▶ ACTION ITEM
Among the entries below, find the line with "await page.goto(env.server.url);", then quote it and each following line up to and including the line with "assert.match(csp, /worker-src blob:/);", and nothing else.

▶ MATERIAL FOR THE TASK
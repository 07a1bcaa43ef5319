// End-to-end: offline use. After one visit the service worker has cached the app, so with the
// network off a reload still plays a puzzle (and Drill still makes puzzles in its worker). The
// single-file build plays a puzzle, and drills, from a file:// URL.

import { test } from 'node:test';
import assert from 'node:assert/strict';
import { readFileSync, readdirSync } from 'node:fs';
import { join } from 'node:path';
import { pathToFileURL } from 'node:url';
import {
  DIST,
  PUZZLES,
  addFromLibrary,
  boardState,
  context,
  goTo,
  librarySet,
  open,
  ready,
  solve,
  useBrowser,
} from './support.mjs';

const CLUB = librarySet('fours-freestyle-club');
const BOARD = 'tonight-board';

const env = useBrowser();

test('the served copies of the library sets are the sets, every number with all its digits', () => {
  const files = readdirSync(PUZZLES).filter((f) => f.endsWith('.json'));
  assert.ok(files.length >= 10, `only ${files.length} sets in puzzles/`);
  for (const f of files) {
    const source = readFileSync(join(PUZZLES, f), 'utf8');
    const served = readFileSync(join(DIST, 'library', f), 'utf8');
    assert.deepEqual(JSON.parse(served), JSON.parse(source), f);
    assert.ok(served.length < source.length, `${f} is not smaller served`);
    // A parse and re-print would round an integer past 2^53; the numbers' digits must be kept.
    const numbers = (t) => t.replace(/"(?:[^"\\]|\\.)*"/g, '""').match(/-?\d+(?:\.\d+)?(?:[eE][+-]?\d+)?/g) ?? [];
    assert.deepEqual(numbers(served), numbers(source), f);
  }
});

test('after a first visit, the app works with the network off', async () => {
  const { page, context: ctx, errors } = await open(env.browser, env.server.url);
  await page.evaluate(() => navigator.serviceWorker.ready);
  await page.reload();
  await ready(page);
  assert.ok(await page.evaluate(() => navigator.serviceWorker.controller !== null), 'the page is controlled');
  const cached = await page.evaluate(async () => {
    const keys = await caches.keys();
    const c = await caches.open(keys.find((k) => k.startsWith('fivefold-')));
    return (await c.keys()).map((r) => new URL(r.url).pathname);
  });
  for (const f of ['/', '/app.js', '/worker.js', '/pkg/fivefold_web_bg.wasm', '/workshop/fivefold_web_bg.wasm', '/manifest.webmanifest', '/icon-512.png']) {
    assert.ok(cached.includes(f), `${f} is cached`);
  }

  await ctx.setOffline(true);
  const served = env.server.requests.length;
  await page.reload();
  await ready(page);
  await addFromLibrary(page, CLUB.title);
  const s = await solve(page, BOARD, CLUB.puzzles[0].solution.line);
  assert.equal(s.outcome, 'clean');
  // Drill's worker starts from the cache too.
  await page.click('[data-go="drill"]');
  await page.waitForSelector('#drill-board[data-mode="puzzle"]', { timeout: 60000 });
  assert.equal(env.server.requests.length, served, 'nothing was fetched from the server while offline');
  assert.deepEqual(errors, []);
  await ctx.close();
});

test('a first visit plays a puzzle on the page module alone; Coach and the worker load the workshop module', async () => {
  // Service workers blocked: only what the page itself asks for is counted (the service
  // worker fills the offline cache afterwards, in the background).
  const ctx = await env.browser.newContext({ viewport: { width: 390, height: 844 }, serviceWorkers: 'block' });
  const page = await ctx.newPage();
  const paths = [];
  ctx.on('request', (r) => paths.push(new URL(r.url()).pathname));
  await page.goto(env.server.url);
  await ready(page);
  await addFromLibrary(page, CLUB.title);
  const s = await solve(page, BOARD, CLUB.puzzles[0].solution.line);
  assert.equal(s.outcome, 'clean');
  assert.ok(paths.includes('/pkg/fivefold_web_bg.wasm'), 'the page module was loaded');
  assert.ok(!paths.some((p) => p.startsWith('/workshop/') || p.startsWith('/scan/')),
    `nothing but the page module was loaded: ${paths.join(' ')}`);
  await goTo(page, 'coach');
  await page.waitForSelector('#coach-list:not([hidden])');
  assert.ok(paths.includes('/workshop/fivefold_web_bg.wasm'), 'Coach loaded the workshop module');
  await ctx.close();
});

test('the single-file build plays a puzzle from a file:// URL', async () => {
  const file = join(DIST, 'fivefold.html');
  const html = readFileSync(file, 'utf8');
  const csp = /http-equiv="Content-Security-Policy" content="([^"]+)"/.exec(html)[1];
  assert.match(csp, /script-src 'sha256-[A-Za-z0-9+/=]+' 'wasm-unsafe-eval'/);
  assert.match(csp, /worker-src blob:/);
  assert.doesNotMatch(csp, /unsafe-inline|'self'|https?:/);
  assert.doesNotMatch(html, /<script[^>]*\bsrc=|<link[^>]*rel="(stylesheet|manifest)"/, 'nothing is loaded from other files');

  const { page, context: ctx, errors } = await context(env.browser);
  await page.goto(pathToFileURL(file).href);
  await ready(page);
  await addFromLibrary(page, CLUB.title);
  const s = await solve(page, BOARD, CLUB.puzzles[0].solution.line);
  assert.equal(s.outcome, 'clean');
  // Progress is kept on file:// too.
  await page.reload();
  await ready(page);
  assert.equal((await boardState(page, BOARD)).state, 'solved');
  // The screens the served page loads on first opening are in the file: Revisit lists the
  // missed puzzles (none), Progress counts the day just played.
  await goTo(page, 'revisit');
  assert.match(await page.textContent('#revisit-lead'), /Nothing to revisit/);
  await goTo(page, 'progress');
  assert.match(await page.textContent('#progress'), /Current streak: 1 day/);
  // The worker runs from a blob: URL.
  await page.click('[data-go="drill"]');
  await page.waitForSelector('#drill-board[data-mode="puzzle"]', { timeout: 60000 });
  await page.click('[data-go="study"]');
  await page.fill('#study-moves', 'h8 a1 i8 a3 j8 a5');
  await page.click('#study-setup');
  await page.click('[data-ask="vcf"]');
  await page.waitForFunction(() => document.getElementById('study-answer').textContent.includes('wins with fours'));
  assert.deepEqual(errors, []);
  await ctx.close();
});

▶ ANSWER TO THIS PROBLEM
  await page.goto(env.server.url);
  await ready(page);
  await addFromLibrary(page, CLUB.title);
  const s = await solve(page, BOARD, CLUB.puzzles[0].solution.line);
  assert.equal(s.outcome, 'clean');
  assert.ok(paths.includes('/pkg/fivefold_web_bg.wasm'), 'the page module was loaded');
  assert.ok(!paths.some((p) => p.startsWith('/workshop/') || p.startsWith('/scan/')),
    `nothing but the page module was loaded: ${paths.join(' ')}`);
  await goTo(page, 'coach');
  await page.waitForSelector('#coach-list:not([hidden])');
  assert.ok(paths.includes('/workshop/fivefold_web_bg.wasm'), 'Coach loaded the workshop module');
  await ctx.close();
});

test('the single-file build plays a puzzle from a file:// URL', async () => {
  const file = join(DIST, 'fivefold.html');
  const html = readFileSync(file, 'utf8');
  const csp = /http-equiv="Content-Security-Policy" content="([^"]+)"/.exec(html)[1];
  assert.match(csp, /script-src 'sha256-[A-Za-z0-9+/=]+' 'wasm-unsafe-eval'/);
  assert.match(csp, /worker-src blob:/);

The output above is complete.